Data visualization for volatiles in different durian varieties
Durian is a tropical fruit that is either much loved or much hated in Singapore. There are different varieties of durians, and the top durians such as Mao Shan Wang can command prices of around $20-30 per kg. The price depends on the supply, the quality, and of course the demand.
Teh et al. (2017) mentioned that the durian aroma comes mainly from the sulfur compounds, which gives it the characteristic pungent smell; as well as esters, which contributes to the fruity character.
The data below is from the work done by Chin et al. (2007).

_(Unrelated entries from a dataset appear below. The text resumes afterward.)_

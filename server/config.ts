import { join } from 'node:path';
import { z } from 'zod';

const booleanFromEnv = z.enum(['true', 'false', '1', '0']).transform((v) => v === 'true' || v === '1');

const envSchema = z.object({
  NODE_ENV: z.enum(['development', 'production', 'test']).default('development'),
  HOST: z.string().min(1).default('127.0.0.1'),
  PORT: z.coerce.number().int().min(0).max(65535).default(8080),
  DATABASE_URL: z.url({ error: 'DATABASE_URL must be a postgres:// URL' }).optional(),
  GNOMON_PG_PORT: z.coerce.number().int().min(1024).max(65535).default(54329),
  GNOMON_DATA_DIR: z.string().min(1).default('.data'),
  JWT_SECRET: z.string().min(32, 'JWT_SECRET must be at least 32 characters').optional(),
  JWT_TTL_HOURS: z.coerce.number().int().min(1).max(24 * 90).default(24 * 14),
  COOKIE_SECURE: booleanFromEnv.optional(),
  LOGIN_MAX_FAILURES: z.coerce.number().int().min(1).max(1000).default(10),
  LOGIN_WINDOW_MINUTES: z.coerce.number().int().min(1).max(24 * 60).default(15),
  BCRYPT_ROUNDS: z.coerce.number().int().min(4).max(15).default(11),
  LOG_REQUESTS: booleanFromEnv.default(false),
  PHOTO_DIR: z.string().min(1).optional(),
  PHOTO_MAX_BYTES: z.coerce.number().int().min(1024).max(500 * 1024 * 1024).default(30 * 1024 * 1024),
  PHOTO_MAX_PIXELS: z.coerce.number().int().min(1).max(1_000_000_000).default(100_000_000),
  PHOTOS_PER_SIGHTLINE: z.coerce.number().int().min(1).max(1000).default(20),
});

export type Env = z.infer<typeof envSchema>;

/** Everything the server needs, parsed and checked once at start-up. */
export interface Config {
  nodeEnv: Env['NODE_ENV'];
  host: string;
  port: number;
  /** Set when an external PostgreSQL is used; the embedded one otherwise. */
  databaseUrl?: string;
  embeddedPgPort: number;
  dataDir: string;
  jwtSecret?: string;
  jwtTtlHours: number;
  /** Cookies carry Secure; undefined means "when the request came over https". */
  cookieSecure?: boolean;
  loginMaxFailures: number;
  loginWindowMinutes: number;
  bcryptRounds: number;
  logRequests: boolean;
  /** Folder of the local photo storage driver (default: <dataDir>/photos). */
  photoDir: string;
  /** Largest accepted upload, bytes (default 30 MiB). */
  photoMaxBytes: number;
  /** Largest accepted image, width x height in pixels (default 100 000 000): refuses decompression bombs. */
  photoMaxPixels: number;
  /** Most reference photos one sightline may hold (default 20). */
  photosPerSightline: number;
}

export class ConfigError extends Error {
  override name = 'ConfigError';
}

/**
 * Parses the environment into a Config. Throws ConfigError with one line per bad variable, so that
 * start-up stops with a clear message.
 */
export function loadConfig(env: NodeJS.ProcessEnv = process.env): Config {
  const present = Object.fromEntries(Object.entries(env).filter(([, v]) => v !== undefined && v !== ''));
  const parsed = envSchema.safeParse(present);
  if (!parsed.success) {
    const lines = parsed.error.issues.map((i) => `  ${i.path.join('.')}: ${i.message}`);
    throw new ConfigError(`Invalid configuration:\n${lines.join('\n')}`);
  }
  const e = parsed.data;
  return {
    nodeEnv: e.NODE_ENV,
    host: e.HOST,
    port: e.PORT,
    databaseUrl: e.DATABASE_URL,
    embeddedPgPort: e.GNOMON_PG_PORT,
    dataDir: e.GNOMON_DATA_DIR,
    jwtSecret: e.JWT_SECRET,
    jwtTtlHours: e.JWT_TTL_HOURS,
    cookieSecure: e.COOKIE_SECURE,
    loginMaxFailures: e.LOGIN_MAX_FAILURES,
    loginWindowMinutes: e.LOGIN_WINDOW_MINUTES,
    bcryptRounds: e.BCRYPT_ROUNDS,
    logRequests: e.LOG_REQUESTS,
    photoDir: e.PHOTO_DIR ?? join(e.GNOMON_DATA_DIR, 'photos'),
    photoMaxBytes: e.PHOTO_MAX_BYTES,
    photoMaxPixels: e.PHOTO_MAX_PIXELS,
    photosPerSightline: e.PHOTOS_PER_SIGHTLINE,
  };
}
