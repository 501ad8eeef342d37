/**
 * The local runtime behind `npm start` and `npm run dev`: PostgreSQL from Debian's packages on
 * loopback (unless DATABASE_URL is set), migrations, demo data, the app server, and (unless
 * SMTP_URL is set) the local SMTP fake that keeps every watch e-mail in the outbox, and (unless
 * FORECAST_BASE_URL is set) a local fake of the forecast service.
 */
import { join, resolve } from 'node:path';
import type { Config } from './config';
import { EmbeddedPostgres } from './db/embedded-postgres';
import { buildClient, isClientBuildStale } from './client-build';
import { installProcessHandlers, startServer, type RunningServer } from './index';
import { loadOrCreateJwtSecret } from './secrets';
import { seedDemo, demoAccounts, DEMO_PASSWORD } from './seeders/demo';
import { AuthService } from './services/auth-service';
import { createPhotoStorage } from './storage';
import { startFakeForecastServer, type FakeForecastServer } from './forecast/fake-forecast-server';

export interface LocalRuntime {
  running: RunningServer;
  shutdown(): Promise<void>;
}

/** Starts database and app; `serveClient` builds the client when stale and serves it. */
export async function startLocal(config: Config, options: { serveClient: boolean; onShutdown?: () => void }): Promise<LocalRuntime> {
  const root = resolve('.');
  const dataDir = resolve(config.dataDir);
  let embedded: EmbeddedPostgres | undefined;
  let databaseUrl = config.databaseUrl;
  if (!databaseUrl) {
    embedded = new EmbeddedPostgres({ dataDir: join(dataDir, 'pg'), socketDir: join(dataDir, 'pg-run'), port: config.embeddedPgPort });
    await embedded.start();
    await embedded.ensureDatabase('gnomon');
    databaseUrl = embedded.url('gnomon');
    console.log(`PostgreSQL on 127.0.0.1:${config.embeddedPgPort} (data in ${join(dataDir, 'pg')})`);
  }
  const jwtSecret = config.jwtSecret ?? loadOrCreateJwtSecret(dataDir);

  let clientDir: string | undefined;
  if (options.serveClient) {
    clientDir = join(root, 'dist');
    if (isClientBuildStale(root, clientDir)) {
      console.log('Building the client...');
      buildClient(root, clientDir);
    }
  }

  let running: RunningServer | undefined;
  let forecastFake: FakeForecastServer | undefined;
  const shutdown = async () => {
    options.onShutdown?.();
    await running?.close();
    await forecastFake?.close();
    await embedded?.stop();
  };
  installProcessHandlers(shutdown);
  try {
    // Without FORECAST_BASE_URL the sky outlook comes from a local fake with invented skies.
    let runConfig = config;
    if (!config.forecastBaseUrl) {
      forecastFake = await startFakeForecastServer({ port: config.forecastFakePort });
      runConfig = { ...config, forecastBaseUrl: forecastFake.url };
      console.log(`Forecast: local fake on ${forecastFake.url} with invented skies (set FORECAST_BASE_URL for a real forecast)`);
    }
    // Without SMTP_URL the watch e-mails go to the local SMTP fake and are read in the Outbox.
    running = await startServer({ config: runConfig, databaseUrl, jwtSecret, clientDir, smtpFake: true });
    if (running.smtpFake) {
      console.log(`Mail: local SMTP fake on 127.0.0.1:${running.smtpFake.port}; watch e-mails are stored in the Outbox (admins), never delivered`);
    } else if (running.config.smtpUrl) {
      console.log(`Mail: watch e-mails go to the SMTP server ${new URL(running.config.smtpUrl).host}`);
    }
    const created = await seedDemo(new AuthService(config.bcryptRounds), running.database.sequelize, { photoStorage: createPhotoStorage(config.photoStorage) });
    if (created) console.log(`Demo data: ${created} account(s) and sightline(s) created`);
  } catch (error) {
    await shutdown().catch(() => undefined);
    throw error;
  }
  return { running, shutdown };
}

/** The demo sign-ins, printed after start. */
export function printDemoSignIns(): void {
  console.log(`Demo sign-ins (password "${DEMO_PASSWORD}"):`);
  for (const a of demoAccounts) console.log(`  ${a.email.padEnd(28)} ${a.role.padEnd(7)} (${a.name})`);
}
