const timelineEventSchema = z.object({ kind: z.string(), label: z.string(), at: z.iso.datetime() });
const placedBlockSchema = z.object({
  index: z.number().int(),
  kind: z.enum(['sky-stack', 'panorama-row', 'foreground']),
  label: z.string(),
  durationS: z.number(),
  start: z.iso.datetime(),
  end: z.iso.datetime(),
});
const warningSchema = z.object({
  blockIndex: z.number().int(),
  blockLabel: z.string(),
  deadline: z.enum(['lineup-end', 'moonrise', 'tide-cut-off', 'astronomical-dawn']),
  deadlineLabel: z.string(),
  deadlineAt: z.iso.datetime(),
  overrunS: z.number(),
  startsAfter: z.boolean(),
  message: z.string(),
});

/** The shot plan of a lineup: everything the shot card shows. Instants are ISO (UTC); `timezone` is the site's. */
export const shotPlanSchema = z.object({
  sightline: z.object({ id: z.string(), name: z.string() }),
  timezone: z.string(),
  /** The local date of the night's evening, 'YYYY-MM-DD'. */
  night: z.string(),
  site: z.object({ lat: z.number(), lon: z.number(), elevationM: z.number() }),
  landmark: z.object({ lat: z.number(), lon: z.number() }),
  bearing: z.object({
    distanceM: z.number(),
    trueDeg: z.number(),
    magneticDeg: z.number(),
    declinationDeg: z.number(),
    compassReliable: z.boolean(),
    warnings: z.array(z.string()),
  }),
  /** The landmark as seen from the vantage: its top and base, and the edges when it is wide. */
  landmarkView: z.object({
    azimuthDeg: z.number(),
    topAltDeg: z.number(),
    baseAltDeg: z.number(),
    angularWidthDeg: z.number(),
    points: z.array(direction),
  }),
  target: z.object({ id: z.string().optional(), name: z.string(), raHours: z.number(), decDeg: z.number() }),
  lineup: z.object({ start: z.iso.datetime(), peak: z.iso.datetime(), end: z.iso.datetime(), durationMin: z.number() }),
  /** The target's path during the lineup. */
  track: z.array(direction.extend({ at: z.iso.datetime() })),
  /** The galactic plane at the lineup's peak (points above -5 deg), for the sketch. */
  galacticPlane: z.array(direction),
  gear: z.object({
    body: z.object({ id: z.string(), name: z.string(), sensorWidthMm: z.number(), sensorHeightMm: z.number(), cropFactor: z.number(), pixelPitchUm: z.number() }),
    lens: z.object({ id: z.string(), name: z.string(), minMm: z.number(), maxMm: z.number(), isZoom: z.boolean(), widestApertureF: z.number() }),
    focalLengthMm: z.number(),
    fNumber: z.number(),
    tracked: z.boolean(),
    starTrackerAvailable: z.boolean(),
  }),
  framing: z.object({
    fov: fovSchema,
    landscape: orientationFitSchema,
    portrait: orientationFitSchema,
    fitsIn: z.array(orientation),
    /** The longest focal length of the lens that still holds everything (null: a panorama is needed). */
    longestFitting: z.object({ focalLengthMm: z.number().nullable(), orientation: orientation.nullable(), centre: direction.nullable() }),
  }),
  panorama: panoramaSchema.nullable(),
  exposure: z.object({
    untracked: z.object({ rule500S: z.number(), npfSimpleS: z.number(), npfFullS: z.number().nullable() }),
    /** The common sub-exposure range on a tracker at this focal length. */
    trackedSubRange: z.object({ minS: z.number(), maxS: z.number(), basis: z.literal('common practice') }),
    sky: z.object({
      tracked: z.boolean(),
      subExposureS: z.number(),
      totalIntegrationS: z.number(),
      frameGapS: z.number(),
      frames: z.number().int(),
      durationS: z.number(),
      available: z.object({ seconds: z.number(), limitedBy: z.enum(['lineup-end', 'moonrise']), until: z.iso.datetime() }),
      fits: z.boolean(),
      framesInTime: z.number().int(),
      integrationInTimeS: z.number(),
    }),
    foreground: z.object({ frames: z.number().int(), exposureS: z.number() }),
  }),
  moon: z.object({ illuminatedFraction: z.number(), phaseName: z.string() }),
  tide: z.object({ status: z.enum(['reachable', 'cut-off', 'unknown']), cutOffAt: z.iso.datetime().nullable() }).nullable(),
  timeline: z.object({
    start: z.iso.datetime(),
    events: z.array(timelineEventSchema),
    blocks: z.array(placedBlockSchema),
    warnings: z.array(warningSchema),
    endsAt: z.iso.datetime(),
  }),
  /** Notes from the sightline's field notes that bear on safety (hazard, tide, access). */
  fieldNotes: z.array(z.object({ kind: z.string(), body: z.string() })),
  /** Cautions for this plan, most specific first; the last is always that a plan is not a promise. */
  cautions: z.array(z.string()),
  generatedAt: z.iso.datetime(),
});
export type ShotPlan = z.infer<typeof shotPlanSchema>;
export const shotPlanResponseSchema = z.object({ plan: shotPlanSchema });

A total of 39 volatiles were identified in three varieties of durian: D2, D24 and D101. In the paper, PCA was carried out to distinguish between the three varieties.
The file was saved on my working directory and I imported it into R
durian <- read_csv("Durian.csv") %>%
clean_names()
d101 <- durian %>%
select(-peak_no, -odor_description, - category) %>%
pivot_longer(cols = starts_with("d"),
names_to = "variety",
values_to = "concentration") %>%
filter(variety == "d101") %>%
top_n(10, concentration) %>%
ggplot(aes(fct_reorder(compound, concentration), concentration)) +
geom_col(fill = "goldenrod") +
labs(x = NULL,
title = "D101",
x = "Relative Concentration (ug/g)",
caption = "Chin et al, 2007") +
coord_flip() +
theme_classic() +
theme(title = element_text(face = "bold", size = 16),
axis.text = element_text(size = 14))
d2 <- durian %>%
select(-peak_no, -odor_description, - category) %>%
pivot_longer(cols = starts_with("d"),
names_to = "variety",
values_to = "concentration") %>%
filter(variety == "d2") %>%
top_n(10, concentration) %>%
ggplot(aes(fct_reorder(compound, concentration), concentration)) +
geom_col(fill = "forestgreen") +
labs(x = NULL,
title = "D2",
x = "Relative Concentration (ug/g)",
caption = "Chin et al, 2007") +
coord_flip() +
theme_classic() +
theme(title = element_text(face = "bold", size = 16),
axis.text = element_text(size = 14))
d24 <- durian %>%
select(-peak_no, -odor_description, - category) %>%
pivot_longer(cols = starts_with("d"),
names_to = "variety",
values_to = "concentration") %>%
filter(variety == "d24") %>%
top_n(10, concentration) %>%
ggplot(aes(fct_reorder(compound, concentration), concentration)) +
geom_col(fill = "darkorange2") +
labs(x = NULL,
title = "D24",
x = "Relative Concentration (ug/g)",
caption = "Chin et al, 2007") +
coord_flip() +
theme_classic() +
theme(title = element_text(face = "bold", size = 16),
axis.text = element_text(size = 14))
gridExtra::grid.arrange(d101, d2, d24, ncol = 3,
top = "Comparison of top volatiles found in different durian varieties")
durian %>%
select(-peak_no, -odor_description) %>%
pivot_longer(cols = starts_with("d"),
names_to = "variety",
values_to = "concentration") %>%
group_by(category, variety) %>%
summarize(sum_conc = sum(concentration)) %>%
arrange(desc(sum_conc))
# A tibble: 9 x 3
# Groups: category [3]
category variety sum_conc
<chr> <chr> <dbl>
1 Ester d2 54.7
2 Ester d101 54.6
3 Sulfur-compounds d24 47.4
4 Sulfur-compounds d2 46.5
5 Sulfur-compounds d101 36.5
6 Ester d24 30.5
7 Alcohol d2 1.09
8 Alcohol d101 0.72
9 Alcohol d24 0.56
From the plot above, half of the top ten volatile compounds in D24 were sulfur-containing compounds, and the most abundant volatile was diethyl disulfide (18.76 ug/g). The odor description for diethyl disulfide is “Sulfury, roasty, cabbage-like odor”.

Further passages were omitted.